Labeling the data

You start the extraction plan by labeling snippets of interest and associated clues. Snippets are words or phrases that you determine to be helpful to the goal of producing the information that you need.

About this task

The two primary views of the workflow, the Extraction Tasks and the Extraction Plan, provide the process and management of creating your extractor. These views are a part of the InfoSphere® BigInsights™ Text Analytics Workflow perspective. If you do not see these views, select each of them by clicking Window > Show View > Other > BigInsights > Extraction Tasks and Window > Show View > Other > BigInsights > Extraction Plan.

After you select the data from Step 1 of the Extractor Tasks wizard, open some of the data in the editor to begin mining it.

The labeling process is a way to provide clues and examples of text that are significant or that provide a pattern for what you want to accomplish with this extractor. Use the clues within and around the examples to support a positive or negative result. Labeling is an iterative process.

Note: When you import a project that was created before InfoSphere BigInsights Version 2.0, and open the Extraction Plan, the old extraction plan is converted to the current design automatically. The project itself remains in a non-modular state.

Procedure

  1. Highlight a document that is in the list in the Step 1 : Select Documents wizard, and click Open. The document opens in the AQL Editor pane. By reading the document, or searching for particular phrases, you create your list of examples and clues.
  2. Find a phrase that is meaningful to the goal and that offers an example of either a positive or negative result. For example, if your goal is to learn more about the financial growth of a company, you might search for the term revenue. When you find that term, highlight the term, right-click it, and click Add Example with New label.

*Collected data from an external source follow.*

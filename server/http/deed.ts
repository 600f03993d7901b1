import type { Deed } from '#db/queries/audit';
import type { Put } from '#db/queries/set-up';
import { actorOf } from '../auth/caller';
import { realClock } from '../clock';
import type { Call } from './mount';

/** Who calls, when, and what: as the audit trail names it. */
export function deedOf(call: Call, subject: string): Deed {
  return { actor: actorOf(call.caller, call.address), at: realClock.now().toISOString(), subject };
}

/** 201 for a row that was not there, 200 after (rule 66). */
export function statusOf(put: Put): number {
  return put === 'created' ? 201 : 200;
}
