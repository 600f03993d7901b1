import type { OutOf } from '#shared/contracts/endpoint';
import * as contract from '#shared/contracts/set-up';
import type { getNormMedians } from '#shared/contracts/set-up-help';
import type { BodyType } from '#shared/domain/vocabulary';
import type { Api } from '../../core/api/api';
import { formatCars, formatVolume } from '../format';
import { BODY_TYPE_PLURALS } from '../words';
import type { ChangeOf } from './change-of';
import { type Offer, textOf, type Typed } from './field';
import type { Package } from './package-changes';
import { wholeOf } from './read-field';

type Medians = OutOf<typeof getNormMedians>;
type Norms = OutOf<typeof contract.putNorms>['norms'];

/** What a norm is built from. */
export interface NormSurroundings {
  readonly sold: Package;
  readonly bodyType: BodyType;
  readonly products: readonly { readonly code: string; readonly name: string }[];
  /** The norm as it stands. */
  readonly norms: Norms;
  /** What the network itself used, once it is known. */
  readonly medians?: Medians | undefined;
}

/** The product expected for a package on a body type. */
export function normChange(
  api: Api,
  { sold, bodyType, products, norms, medians }: NormSurroundings,
): ChangeOf<OutOf<typeof contract.putNorms>> {
  const typedNorms = (typed: Typed): Norms =>
    products
      .filter(({ code }) => textOf(typed, code) !== '')
      .map(({ code }) => ({ product: code, ml: wholeOf(typed, code) }));
  return {
    label: `Norm of ${sold.name} on ${BODY_TYPE_PLURALS[bodyType]}`,
    act: 'Save the norm',
    fields: products.map(({ code, name }) => ({
      key: code,
      label: `${name}, ml`,
      kind: 'whole' as const,
      need: 'optional' as const,
      ...offered(code, medians),
    })),
    start: Object.fromEntries(
      products.map(({ code }) => {
        const norm = norms.find(({ product }) => product === code);
        return [code, norm ? String(norm.ml) : ''];
      }),
    ),
    change: (typed) => ({
      kind: 'norm',
      package: sold.code,
      bodyType,
      norms: typedNorms(typed),
    }),
    save: (typed) =>
      api.call(contract.putNorms, {
        params: { code: sold.code, bodyType },
        body: { norms: typedNorms(typed) },
      }),
  };
}

/** The network's own use as an offer: the median, and between what most cars lay. */
export function medianOffer(row: Medians['products'][number]): Offer {
  const { cars, medianMl, p10Ml, p90Ml } = row;
  if (medianMl === null)
    return { words: `${formatCars(cars)} so far: too few to take a norm from.` };
  const between =
    p10Ml === null || p90Ml === null
      ? ''
      : `, eight of ten between ${formatVolume(p10Ml)} and ${formatVolume(p90Ml)}`;
  return {
    words: `Median of ${formatCars(cars)}: ${formatVolume(medianMl)}${between}.`,
    value: String(Math.round(medianMl)),
  };
}

function offered(code: string, medians: Medians | undefined): { offer?: Offer } {
  const row = medians?.products.find(({ product, cars }) => product === code && cars > 0);
  return row ? { offer: medianOffer(row) } : {};
}
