import type { ListFilters } from '#db/queries/job-list';
import type { Scope } from '#db/scope';
import type { FieldProblem } from '#shared/contracts/fields';
import type { jobsQuery } from '#shared/contracts/job-list';
import { localDate } from '#shared/domain/calendar';
import { breaksOfPeriod } from '#shared/domain/period';
import { refuseInput } from '#shared/domain/refusal';
import { AGE_BANDS } from '#shared/domain/vocabulary';
import type * as z from 'zod';
import type { Kit } from '../kit';
import { findPackages } from './scope-question';

type JobsQuery = Omit<z.output<typeof jobsQuery>, 'limit' | 'cursor' | 'sort'>;

/** Reads the filters of the list of jobs, which has no default period. */
export function jobListQuestion(
  kit: Kit,
  allowed: Scope,
  query: JobsQuery,
): { scope: Scope; filters: ListFilters; todayByBranch: Record<string, string> } {
  const scope = allowed.narrow(query);
  const { from, to } = query;
  const problems: FieldProblem[] =
    from !== undefined && to !== undefined ? breaksOfPeriod({ from, to }) : [];
  const packageIds = findPackages(kit, query.package, problems);
  if (problems.length > 0) throw refuseInput(problems);
  const now = kit.clock.now();
  return {
    scope,
    filters: {
      from,
      to,
      packageIds,
      bodyTypes: query.bodyType,
      make: query.make,
      model: query.model,
      ageBandIndex: query.ageBand && AGE_BANDS.indexOf(query.ageBand),
      unbilled: query.unbilled,
      hasRot: query.hasRot,
      hasEstimate: query.hasEstimate,
      text: query.q,
    },
    todayByBranch: Object.fromEntries(
      scope.branches.map(({ code, timeZone }) => [code, localDate(now, timeZone)]),
    ),
  };
}
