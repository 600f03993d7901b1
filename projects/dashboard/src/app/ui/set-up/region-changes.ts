import type { OutOf } from '#shared/contracts/endpoint';
import * as contract from '#shared/contracts/set-up';
import type { Api } from '../../core/api/api';
import type { ChangeOf } from './change-of';
import { type Field, textOf, type Typed } from './field';
import { numberOf } from './read-field';

/** A region as the catalogue has it. */
export type Region = OutOf<typeof contract.putRegion>;
/** The yearly means that its air is known by. */
export type Climate = NonNullable<Region['climate']>;

/** The four means, in the order in which they are asked for, and where each may lie. */
const MEANS = [
  {
    key: 'temperatureC',
    label: 'Temperature, °C',
    hint: 'Mean of a year.',
    from: -60,
    to: 60,
  },
  {
    key: 'humidityPct',
    label: 'Relative humidity, %',
    hint: 'Mean of a year.',
    from: 0,
    to: 100,
  },
  {
    key: 'so2Deposition',
    label: 'Sulphur dioxide, mg per m² a day',
    hint: 'What settles in a day, mean of a year.',
    from: 0,
    to: 10_000,
  },
  {
    key: 'chlorideDeposition',
    label: 'Chloride, mg per m² a day',
    hint: 'What settles in a day, mean of a year.',
    from: 0,
    to: 10_000,
  },
] as const;

/** Name and climate of a region; without one, a new region. */
export function regionChange(
  api: Api,
  taken: readonly string[],
  region?: Region,
): ChangeOf<Region> {
  const name: Field = { key: 'name', label: 'Name of the region', kind: 'text' };
  return {
    label: region ? `Region ${region.name}` : 'A new region',
    act: region ? 'Save the region' : 'Add the region',
    fields: [
      ...(region
        ? []
        : [
            {
              key: 'code',
              label: 'Code',
              kind: 'code',
              taken,
              hint: '2 to 12 capital letters or digits. It cannot be changed later.',
            } as const,
          ]),
      name,
      ...MEANS.map(({ key, label, hint }): Field => ({
        key,
        label,
        hint,
        kind: 'decimal',
        need: 'optional',
      })),
    ],
    check: wrongInClimate,
    start: {
      name: region?.name ?? '',
      ...Object.fromEntries(MEANS.map(({ key }) => [key, meanToType(region?.climate, key)])),
    },
    ...(region
      ? {
          change: (typed: Typed) =>
            climateTyped(typed) && { kind: 'climate' as const, region: region.code },
        }
      : {}),
    save: (typed) => {
      const climate = climateTyped(typed);
      return api.call(contract.putRegion, {
        params: { code: region?.code ?? textOf(typed, 'code') },
        body: { name: textOf(typed, 'name'), ...(climate ? { climate } : {}) },
      });
    },
  };
}

/** The climate as typed; nothing while one of its four means is missing or is none. */
export function climateTyped(typed: Typed): Climate | undefined {
  if (Object.keys(wrongInClimate(typed)).length > 0) return undefined;
  const [temperatureC, humidityPct, so2Deposition, chlorideDeposition] = MEANS.map(({ key }) =>
    numberOf(typed, key),
  );
  if (
    temperatureC === undefined ||
    humidityPct === undefined ||
    so2Deposition === undefined ||
    chlorideDeposition === undefined
  ) {
    return undefined;
  }
  return { temperatureC, humidityPct, so2Deposition, chlorideDeposition };
}

/** What is wrong with the four means taken together: all or none, each where it can lie. */
export function wrongInClimate(typed: Typed): Readonly<Record<string, string>> {
  const some = MEANS.some(({ key }) => textOf(typed, key) !== '');
  const wrong: Record<string, string> = {};
  for (const { key, from, to } of MEANS) {
    const value = numberOf(typed, key);
    if (value !== undefined && (value < from || value > to)) {
      wrong[key] = `Between ${from} and ${to}.`;
    } else if (some && textOf(typed, key) === '') {
      wrong[key] = 'A climate has all four; leave all empty to go without.';
    }
  }
  return wrong;
}

function meanToType(climate: Climate | null | undefined, key: keyof Climate): string {
  return climate ? String(climate[key]) : '';
}
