import { recordAudit } from '#db/queries/audit';
import type { Scope } from '#db/scope';
import { exportJobs, exportMargin, exportOverrun } from '#shared/contracts/exports';
import { actorOf, moneyFor } from '../../auth/caller';
import { realClock } from '../../clock';
import { jobListQuestion } from '../../http/job-list-question';
import { mount, type Call, type Mounting, type Reply } from '../../http/mount';
import { scopeQuestion } from '../../http/scope-question';
import type { Kit } from '../../kit';
import type { ExportName, ExportTasks } from '../../workers/read-tasks';

/** Everything that leaves as a file; each export is in the audit trail before its first byte. */
export function mountExports(mounting: Mounting, kit: Kit): void {
  mount(mounting, exportJobs, (call) => {
    const { sort, ...query } = call.query;
    const { scope, ...asked } = jobListQuestion(kit, call.scope, query);
    const money = moneyFor(call.caller);
    return exported(kit, call, 'jobs', scope, { ...asked, sort, money });
  });

  mount(mounting, exportMargin, (call) => {
    const { scope, ...question } = scopeQuestion(kit, call.scope, call.query);
    return exported(kit, call, 'margin', scope, { ...question, targetMarginShare: null });
  });

  mount(mounting, exportOverrun, (call) => {
    const { by, ...query } = call.query;
    const { scope, period, filters } = scopeQuestion(kit, call.scope, query);
    return exported(kit, call, 'overrun', scope, { period, filters, by });
  });
}

async function exported<Name extends ExportName>(
  kit: Kit,
  call: Call,
  name: Name,
  scope: Scope,
  question: ExportTasks[Name],
): Promise<Reply<string>> {
  await kit.store.queue.write(() =>
    recordAudit(kit.store.unscoped, {
      at: realClock.now().toISOString(),
      actor: actorOf(call.caller, call.address),
      action: `export.${name}`,
      subject: `/exports/${name}.csv`,
      branchId: null,
      detail: { query: call.query as Record<string, unknown>, branches: scope.echo().branches },
    }),
  );
  return {
    headers: {
      'Content-Type': 'text/csv; charset=utf-8; header=present',
      'Content-Disposition': `attachment; filename="underseam-${name}.csv"`,
    },
    stream: (response) => kit.reads.stream(name, scope, question, response),
  };
}
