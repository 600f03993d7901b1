import type { JobFilters } from '#db/queries/job-filters';
import type { Scope } from '#db/scope';
import type { ScopeQuery } from '#shared/contracts/fields';
import { breaksOfWeeks, periodOf, type Period } from '#shared/domain/period';
import { refuseInput } from '#shared/domain/refusal';
import { todayIn } from '../clock';
import type { Kit } from '../kit';

/** What an analytics call asks about, ready for a worker. */
export interface ScopeQuestion {
  scope: Scope;
  period: Period;
  filters: JobFilters;
  today: string;
}

/** Reads the filters that every analytics call takes: scope narrowed (rule 22), period filled in (rule 9), packages found. */
export function scopeQuestion(kit: Kit, allowed: Scope, query: ScopeQuery): ScopeQuestion {
  const scope = allowed.narrow(query);
  const today = todayIn(scope, kit.clock);
  const period = periodOf(query, today);
  const problems = breaksOfWeeks(period);
  if (problems.length > 0) throw refuseInput(problems);
  return {
    scope,
    period,
    filters: { packageIds: findPackages(kit, query.package), bodyTypes: query.bodyType },
    today,
  };
}

/** The ids of the packages asked for; a word that is none was refused with the query (rule 60). */
export function findPackages(kit: Kit, codes: readonly string[] | undefined): number[] | undefined {
  return codes?.flatMap((code) => kit.store.state.package(code)?.id ?? []);
}
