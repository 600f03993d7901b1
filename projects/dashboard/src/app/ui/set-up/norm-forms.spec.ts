import { provideHttpClient } from '@angular/common/http';
import { HttpTestingController, provideHttpClientTesting } from '@angular/common/http/testing';
import { signal } from '@angular/core';
import { TestBed } from '@angular/core/testing';
import type { BodyType } from '#shared/domain/vocabulary';
import { Catalogue } from '../../core/catalogue/catalogue';
import { NormForms } from './norm-forms';

const SOLD = { code: 'full', name: 'Full', warrantyMonths: 72 };

async function open() {
  TestBed.configureTestingModule({
    providers: [
      provideHttpClient(),
      provideHttpClientTesting(),
      {
        provide: Catalogue,
        useValue: {
          currency: signal('EUR'),
          value: signal({ products: [{ code: 'CW1', name: 'Cavity wax' }] }),
          normsOf: () => [],
        },
      },
    ],
  });
  const http = TestBed.inject(HttpTestingController);
  const fixture = TestBed.createComponent(NormForms);
  fixture.componentRef.setInput('sold', SOLD);
  const host = fixture.nativeElement as HTMLElement;
  const settle = async (): Promise<void> => {
    await new Promise((done) => setTimeout(done));
    fixture.detectChanges();
  };
  const look = async (bodyType: BodyType): Promise<void> => {
    fixture.componentRef.setInput('bodyType', bodyType);
    fixture.detectChanges();
    await settle();
    await settle();
  };
  const seen = (): HTMLInputElement =>
    host.querySelector<HTMLInputElement>('us-norm-form:not([hidden]) input')!;
  const type = async (text: string): Promise<void> => {
    seen().value = text;
    seen().dispatchEvent(new Event('input'));
    await settle();
  };
  const told = (): string => host.querySelector('.unsaved')!.textContent.trim();
  return { http, host, look, seen, type, told };
}

describe('NormForms', () => {
  it('another body type looked at, what was typed for the first is told as not saved and stands there again', async () => {
    const { look, seen, type, told } = await open();
    await look('hatchback');
    await type('3500');
    expect(told()).toBe('');
    await look('estate');
    expect(seen().value).toBe('');
    expect(told()).toBe('Typed and not saved yet: hatchback.');
    await look('hatchback');
    expect(seen().value).toBe('3500');
    expect(told()).toBe('');
  });

  it('nothing typed, another body type looked at, tells nothing and asks for each median once', async () => {
    const { http, look, told } = await open();
    await look('hatchback');
    await look('estate');
    await look('hatchback');
    expect(told()).toBe('');
    expect(http.match(({ url }) => url.includes('full'))).toHaveLength(2);
  });
});
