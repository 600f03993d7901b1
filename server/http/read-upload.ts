import express, { type Request, type Response } from 'express';
import multer, { MulterError } from 'multer';
import { randomUUID } from 'node:crypto';
import { mkdirSync } from 'node:fs';
import { rm } from 'node:fs/promises';
import type { Upload } from '#shared/contracts/endpoint';
import { LARGEST_FILE } from '#shared/contracts/imports';
import { LARGEST_PHOTO } from '#shared/contracts/photos';
import { refuseInput } from '#shared/domain/refusal';
import { HttpProblem } from './problem';

/** The bytes of an image as sent; what they are is for the receiver to find out. */
export interface ReceivedImage {
  bytes: Buffer;
}

/** A file received into the folder for incoming ones; whoever takes it moves or removes it. */
export interface ReceivedFile {
  path: string;
  name: string;
  bytes: number;
}

const IMAGE_TYPES = ['image/jpeg', 'image/png'];
const IMAGE = express.raw({ type: IMAGE_TYPES, limit: LARGEST_PHOTO, inflate: false });

/** Reads an upload: 415 for another type, 413 when too large, 400 when it breaks off, 422 when the form has no `file`. */
export async function readUpload(
  kind: Upload,
  request: Request,
  response: Response,
  incoming: string,
): Promise<ReceivedImage | ReceivedFile> {
  return kind === 'image' ? readImage(request, response) : readFile(request, response, incoming);
}

/** Removes a received file that nobody took. */
export async function dropReceived(received: unknown): Promise<void> {
  if (typeof received === 'object' && received !== null && 'path' in received) {
    await rm(String(received.path), { force: true });
  }
}

async function readImage(request: Request, response: Response): Promise<ReceivedImage> {
  if (!request.is(IMAGE_TYPES)) {
    throw new HttpProblem(415, 'Not a photo', 'Send the photo as image/jpeg or image/png.');
  }
  await passed((done) => IMAGE(request, response, done)).catch((error: unknown) => {
    throw uploadProblem(error, 'A photo has at most 10 MB.');
  });
  const bytes: unknown = request.body;
  if (!Buffer.isBuffer(bytes) || bytes.length === 0) {
    throw new HttpProblem(400, 'No photo', 'The body holds no photo.');
  }
  return { bytes };
}

async function readFile(
  request: Request,
  response: Response,
  incoming: string,
): Promise<ReceivedFile> {
  if (!request.is('multipart/form-data')) {
    throw new HttpProblem(415, 'Not a form', 'Send the file as multipart/form-data.');
  }
  mkdirSync(incoming, { recursive: true });
  const receive = multer({
    storage: multer.diskStorage({
      destination: incoming,
      filename: (_request, _file, give) => give(null, randomUUID()),
    }),
    // A name beyond ASCII comes as the UTF-8 that browsers send.
    defParamCharset: 'utf8',
    limits: { fileSize: LARGEST_FILE, files: 1, fields: 0, parts: 2 },
  }).single('file');
  await passed((done) => receive(request, response, done)).catch((error: unknown) => {
    throw uploadProblem(error, 'A file has at most 50 MB.');
  });
  const file = request.file;
  if (!file) throw refuseInput([{ path: '/file', message: 'is required: the file to import' }]);
  return { path: file.path, name: file.originalname, bytes: file.size };
}

function passed(read: (done: (error?: unknown) => void) => void): Promise<void> {
  return new Promise((resolve, reject) => {
    read((error) => (error === undefined || error === null ? resolve() : reject(error)));
  });
}

function uploadProblem(error: unknown, tooLarge: string): unknown {
  if (error instanceof MulterError) {
    if (error.code === 'LIMIT_FILE_SIZE') return new HttpProblem(413, 'Too large', tooLarge);
    return refuseInput([
      { path: '/file', message: 'the form has exactly one part, a file named `file`' },
    ]);
  }
  const status = error instanceof Error && 'status' in error ? Number(error.status) : undefined;
  if (status === 413) return new HttpProblem(413, 'Too large', tooLarge);
  if (status === 415) {
    return new HttpProblem(415, 'Not readable', 'Send the bytes as they are, without an encoding.');
  }
  // What the reader of forms says of a body that is none, and a connection that broke off.
  return new HttpProblem(400, 'Not readable', 'The upload could not be read to its end.');
}
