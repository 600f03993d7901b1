import { stringify } from 'csv-stringify/sync';
import { defused } from '#shared/domain/defused';

/** RFC 4180 text with CRLF, no BOM, `.` decimals and empty cells for null (rule 62). */
const FORMAT = {
  record_delimiter: '\r\n',
  // The library quotes a whole line end only; half of one would break a row as well.
  quoted_match: /[\r\n]/,
  cast: {
    boolean: (value: boolean) => String(value),
    number: (value: number) => String(value),
    string: defused,
  },
} as const;

/** The header row. */
export function csvHeader(columns: readonly string[]): string {
  return stringify([[...columns]], FORMAT);
}

/** The rows of some records under the given columns. */
export function csvRows(columns: readonly string[], records: readonly object[]): string {
  const paths = columns.map((column) => column.split('.'));
  return stringify(
    records.map((record) => paths.map((path) => valueAt(record, path))),
    FORMAT,
  );
}

function valueAt(record: object, path: readonly string[]): unknown {
  let value: unknown = record;
  for (const part of path) {
    if (typeof value !== 'object' || value === null) return null;
    value = (value as Record<string, unknown>)[part];
  }
  return value ?? null;
}
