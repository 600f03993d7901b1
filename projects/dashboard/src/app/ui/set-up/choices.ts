import type { Choice } from './field';

/** Currencies of ISO 4217 whose minor unit is a hundredth, as the browser knows them. */
export function currencyChoices(): readonly Choice[] {
  const names = new Intl.DisplayNames('en', { type: 'currency' });
  return Intl.supportedValuesOf('currency')
    .filter((code) => minorDigits(code) === 2)
    .map((code) => ({ value: code, name: `${code}, ${names.of(code) ?? code}` }));
}

/** Time zones of the IANA database, as the browser knows them; one that it does not know but that is in use stays. */
export function timeZoneChoices(used?: string): readonly Choice[] {
  const zones = Intl.supportedValuesOf('timeZone');
  const all = used === undefined || zones.includes(used) ? zones : [used, ...zones];
  return all.map((zone) => ({ value: zone, name: zone.replaceAll('_', ' ') }));
}

/** Rows of the catalogue as choices. */
export function rowChoices(
  rows: readonly { readonly code: string; readonly name: string }[],
): readonly Choice[] {
  return rows.map(({ code, name }) => ({ value: code, name }));
}

/** The time zone of the one who sets up, offered first. */
export function ownTimeZone(): string {
  return new Intl.DateTimeFormat().resolvedOptions().timeZone;
}

function minorDigits(currency: string): number | undefined {
  return new Intl.NumberFormat('en', { style: 'currency', currency }).resolvedOptions()
    .maximumFractionDigits;
}
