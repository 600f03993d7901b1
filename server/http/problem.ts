import type { ProblemDocument } from '#shared/contracts/fields';
import { Refusal, type RefusalKind } from '#shared/domain/refusal';

/** A refusal of the transport itself, before any use case is reached. */
export class HttpProblem extends Error {
  constructor(
    readonly status: number,
    readonly title: string,
    readonly detail: string,
  ) {
    super(detail);
  }
}

/** What is sent for an error: an RFC 9457 document and its headers. */
export interface ProblemReply {
  document: ProblemDocument;
  headers: Record<string, string>;
}

const STATUS: Record<RefusalKind, [number, string]> = {
  'bad-input': [422, 'The input needs correcting'],
  'not-found': [404, 'Not found'],
  forbidden: [403, 'Not allowed'],
  conflict: [409, 'Already there'],
  precondition: [412, 'Changed meanwhile'],
  unauthenticated: [401, 'Sign in first'],
  'too-many': [429, 'Too many attempts'],
};

/** The problem document of a refusal, or `undefined` for an error that is a defect of ours. */
export function problemOf(error: unknown): ProblemReply | undefined {
  if (error instanceof Refusal) {
    const [status, title] = STATUS[error.kind];
    return {
      document: {
        type: 'about:blank',
        title,
        status,
        detail: error.detail,
        ...(error.kind === 'bad-input' && { problems: [...error.problems] }),
      },
      headers: {
        ...(error.kind === 'unauthenticated' && { 'WWW-Authenticate': 'Bearer' }),
        ...(error.retryAfterSeconds !== undefined && {
          'Retry-After': String(error.retryAfterSeconds),
        }),
      },
    };
  }
  if (error instanceof HttpProblem) {
    const { status, title, detail } = error;
    return { document: { type: 'about:blank', title, status, detail }, headers: {} };
  }
  if (error instanceof URIError) return problemOf(UNREADABLE_ADDRESS);
  return undefined;
}

/** The router could not decode a part of the path. */
const UNREADABLE_ADDRESS = new HttpProblem(
  400,
  'Not readable',
  'The address is not percent-encoded UTF-8.',
);
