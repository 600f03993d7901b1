import type { OutOf } from '#shared/contracts/endpoint';
import * as contract from '#shared/contracts/people';
import { type Role, ROLES } from '#shared/domain/vocabulary';
import type { Api } from '../../core/api/api';
import { ROLE_NAMES } from '../words';
import type { ChangeOf } from './change-of';
import { rowChoices } from './choices';
import { type Field, textOf, type Typed } from './field';
import { codesOf } from './read-field';

/** Somebody with a sign-in. */
export type Person = OutOf<typeof contract.changePerson>;

type Row = { readonly code: string; readonly name: string };
/** Where people can be placed. */
export interface Places {
  readonly regions: readonly Row[];
  readonly branches: readonly Row[];
}

/** Invites a person, or adds them with a password. */
export function addPersonChange(
  api: Api,
  places: Places,
): ChangeOf<OutOf<typeof contract.addPerson>> {
  return {
    label: 'A new person',
    act: 'Add the person',
    after: 'clear',
    fields: [
      { key: 'name', label: 'Name', kind: 'text' },
      { key: 'email', label: 'E-mail', kind: 'email', hint: 'They sign in with it.' },
      ...placedFields(places),
      {
        key: 'way',
        label: 'How they get in',
        kind: 'choice',
        choices: [
          { value: 'mail', name: 'by an invitation mailed to them' },
          { value: 'password', name: 'with a password set here' },
        ],
      },
      {
        key: 'password',
        label: 'First password',
        kind: 'newPassword',
        autocomplete: 'new-password',
        hint: 'At least 12 characters. Hand it over yourself; they can change it.',
        shownIf: (typed) => textOf(typed, 'way') === 'password',
      },
    ],
    start: { way: 'mail', role: 'recorder', branches: only(places.branches) },
    save: (typed) =>
      api.call(contract.addPerson, {
        body: {
          email: textOf(typed, 'email'),
          name: textOf(typed, 'name'),
          ...placed(typed),
          ...(textOf(typed, 'way') === 'password' ? { password: typed['password'] ?? '' } : {}),
        },
      }),
  };
}

/** Name, role and scope of a person. */
export function personChange(api: Api, places: Places, person: Person): ChangeOf<Person> {
  return {
    label: `Person ${person.name}`,
    act: 'Save the changes',
    fields: [{ key: 'name', label: 'Name', kind: 'text' }, ...placedFields(places)],
    start: {
      name: person.name,
      role: person.role,
      regions: person.regions.join(' '),
      branches: person.branches.join(' '),
    },
    save: (typed) =>
      api.call(contract.changePerson, {
        params: { id: person.id },
        body: { name: textOf(typed, 'name'), ...placed(typed), active: person.active },
      }),
  };
}

/** Turns a person's sign-in off, or on again. */
export function activity(api: Api, person: Person, active: boolean) {
  const { name, role, regions, branches } = person;
  return api.call(contract.changePerson, {
    params: { id: person.id },
    body: { name, role, regions, branches, active },
  });
}

function placedFields({ regions, branches }: Places): readonly Field[] {
  return [
    {
      key: 'role',
      label: 'Role',
      kind: 'choice',
      choices: ROLES.map((role) => ({ value: role, name: ROLE_NAMES[role] })),
    },
    {
      key: 'branches',
      label: 'Branches they see',
      kind: 'several',
      choices: rowChoices(branches),
      shownIf: (typed) => ['recorder', 'site_manager'].includes(textOf(typed, 'role')),
    },
    {
      key: 'regions',
      label: 'Regions they see',
      kind: 'several',
      choices: rowChoices(regions),
      shownIf: (typed) => textOf(typed, 'role') === 'regional_lead',
    },
  ];
}

/** What the role takes of what was ticked (rule 65). */
function placed(typed: Typed): { role: Role; regions: string[]; branches: string[] } {
  const role = textOf(typed, 'role') as Role;
  return {
    role,
    regions: role === 'regional_lead' ? codesOf(typed, 'regions') : [],
    branches: role === 'recorder' || role === 'site_manager' ? codesOf(typed, 'branches') : [],
  };
}

function only(rows: readonly Row[]): string {
  return rows.length === 1 ? (rows[0]?.code ?? '') : '';
}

    The root label and all sublabels contain four groups. These groups are based on the main steps in building extractors (basic features, candidate generation, and filter and consolidate) and the special group finals, which contains final output and export views, tables, and dictionaries. You are encouraged to use this grouping to develop extractors.

    Each group of a root label is linked with a module that is created together with the root label. The first time that you create a root label (also called a top-level label), four modules are created automatically:
    • <root_label_name>_BasicFeatures
    • <root_label_name>_CandidateGeneration
    • <root_label_name>_FilterConsolidate
    • <root_label_name>_Finals
    You can see these default modules by opening the Package Explorer and browsing to the <project_name>\textAnalytics\src\ directory. You can create your own modules, but it is recommended that you use these default modules to create your AQL scripts.
  3. In the Add New Label window, type a name for the label. If this label is a root label, then you can click Finish. If this label is a sublabel, type or select the parent label name from the listed hierarchy of labels. This tree view of labels filters the labels by the text that you enter in the Add New Label window so that you can more easily determine the correct parent for your label grouping.
  4. Optional: Create a root label that is independent of the documents that you are editing. Navigate to an empty space in the input document, right-click, and select New Label. The Create Label window opens.
    1. In the Enter the label field, type a label name.

      When you add this label separately from the document, all of the same structures are included in the project, such as <new_label>_BasicFeatures.

  5. For each label in the Extraction Plan view, right-click the label and do the following actions:
    Mark a label complete
    Marking a label is a workflow tool that can show when you are done adding examples for a label. It is a visual clue as to which labels might need more work and which labels are done.
    Create a new label
    You can add sublabels to any existing label to refine the groupings.
    Add, edit, or view a comment
    Document your decisions or process by adding comments to your labels. The comment is stored with the label and can be viewed later by right-clicking and selecting Edit/View comment.
    Add an AQL statement
    You can select a template of AQL statements by their level (Basic Features, Candidate Generation, Filter and Consolidate, Final).
    Go into a label
    Expand the label node, and see the hierarchy of its children or descendants.
  6. From the Extraction Plan, you can enhance an extractor with some utilities that are included in the menus.
    Generate regular expression from examples
    Examples are nested under the labels. Right-click one or more examples in a label, then click Generate Regular Expression. The Regular Expression Generator opens with the examples already included as a sample from which to generate a regular expression.
    Create dictionary from examples
    Right-click one or more examples in a label, and click Add to Dictionary. The Select Dictionaries window opens. Select a file to use as your dictionary or create a dictionary file by typing a valid file name in the Select a file field. The dictionary opens in the editor with the selected examples appended to the end of the file.

    Continue the process of finding and adding examples of more clues. This iterative labeling is an important part of the document analysis process that helps build an understanding of the documents you are working with and the clues you can use in your AQL. When you are satisfied that you have the proper clues, you can begin writing the AQL statements that help filter and extract the information that you need.

  7. It is recommended that you build your AQL from the bottom up, starting at the lowest level label and becoming more refined.